Endives don't come easy
By Richard Bammer
Posted: 09/23/2009
The endive (pronounced "Ohn-deeve") is the offspring of chicory, a lettuce-like plant (Chichorium intybus) of the composite family (radicchio, escarole, daisy, thistle, artichoke and chrysanthemum); it is somewhat bitter and its curled, narrow leaves are cooked or blanched and used for salads and appetizers. It never needs to be washed.
The somewhat bitter vegetable was discovered accidentally in the winter of 1830 in Belgium. A farmer forgot about some chicory roots he had in a cool, dark cellar. He intended to use them as a coffee substitute. However, by early spring of the next year, he noticed carrot-shaped roots had sprouted small, tapered buds at the top. Endives became a popular food in Belgium, Holland and northern France.

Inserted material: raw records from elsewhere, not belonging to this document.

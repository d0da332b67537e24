import { basename, dirname, isAbsolute, join, relative, sep } from "node:path";
import type { ExportPort } from "#main/http/ports.ts";
import { makeFolder } from "#main/node/disk-fault.ts";
import { type ExportedFile, writeFormat } from "#main/node/export-formats.ts";
import type { FilePort } from "#main/node/file-port.ts";
import type { Library } from "#main/node/library.ts";
import { writeWhole } from "#main/node/whole-file.ts";
import { zipped } from "#main/node/zipped.ts";
import { TautlineError } from "#shared/errors.ts";
import { fileFromDocument } from "#shared/formats/chordae/file-from-document.ts";
import { headerOfSpecimen } from "#shared/formats/chordae/header-of-specimen.ts";

export interface ExportOptions {
  readonly library: Library;
  readonly files: FilePort;
  readonly softwareVersion: string;
}

/** Writes the trees of a pass, as its journal on disk stands, in the format that is asked for. */
export function exportTrees({ library, files, softwareVersion }: ExportOptions): ExportPort {
  return {
    async exportTrees({ specimen: id, pass, format, path }) {
      const specimen = await library.specimen(id);
      const history = await library.passes.history(id, pass);
      const { annotator, number } = history.header;
      // The time of the last record, not of the export: the same trees give the same bytes.
      const created = new Date(history.changed).toISOString();
      const header = headerOfSpecimen(specimen, { annotator, pass: number, created, softwareVersion });
      const stem = safeName(`${specimen.name}-${annotator}-${number}`);
      const { written, lost } = writeFormat(format, fileFromDocument(history.document, header), stem);
      if (path === undefined) return { ...download(written, stem), lost };
      const target = checkedTarget(path, library.layout.root);
      const places = written.map((file) => (format === "tables" ? join(target, file.name) : target));
      await makeFolder(files, format === "tables" ? target : dirname(target));
      for (const [i, file] of written.entries()) await writeWhole(files, places[i]!, file.bytes);
      return { written: places, lost };
    },
  };
}

/** One file as it is; several in a zip. */
function download(written: readonly ExportedFile[], stem: string): { name: string; type: string; bytes: Uint8Array } {
  const [only] = written;
  if (written.length === 1 && only) return only;
  return { name: `${stem}.zip`, type: "application/zip", bytes: zipped(written) };
}

/** @throws bad-request for a place that is no whole path or lies in the library, whose files are the program's own */
function checkedTarget(path: string, root: string): string {
  const way = relative(root, path);
  const inLibrary = way === "" || !(way === ".." || way.startsWith(`..${sep}`) || isAbsolute(way));
  if (isAbsolute(path) && !inLibrary) return path;
  const what = inLibrary ? "a place outside the library was expected" : "a whole path was expected";
  throw new TautlineError("bad-request", `The trees cannot be written to ${basename(path)}: ${what}. Choose another place.`, {
    what,
    where: "body.path",
  });
}

/** A file name of letters, digits, dots and hyphens. */
function safeName(name: string): string {
  return name.replace(/[^\p{L}\p{N}.]+/gu, "-").replace(/^[.-]+|[.-]+$/g, "") || "trees";
}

At California Vegetable Specialties in Rio Vista, the only place in the United States where endives are grown, production begins in the spring. Seeds are sown at a couple of farms, one in the Central Valley, the other in southern Oregon.
When fall and winter come, mechanized harvesting machines top the plants and dig up the roots. They are trucked to CVS, where they are packed tightly upright in 3-by-4-foot wooden trays and placed in temperature-controlled cold storage, dark and humid rooms, fertilized daily and grown hydroponically, that is, without soil. After a few weeks in the "forcing rooms," roots sprout. The small, bullet-shaped head grows atop the root.
The so-called California Pearl variety is a creamy yellow-white, the result of its growing in complete darkness. The company also grows two red endives. Belles Rouges is a cross with Treviso, a red chicory, and white endive. Endigia is a deep red variety, a cross between white endive and chioggia chicories from northwestern Italy.
Company president Richard Collins grows the Belgian variety at CVS.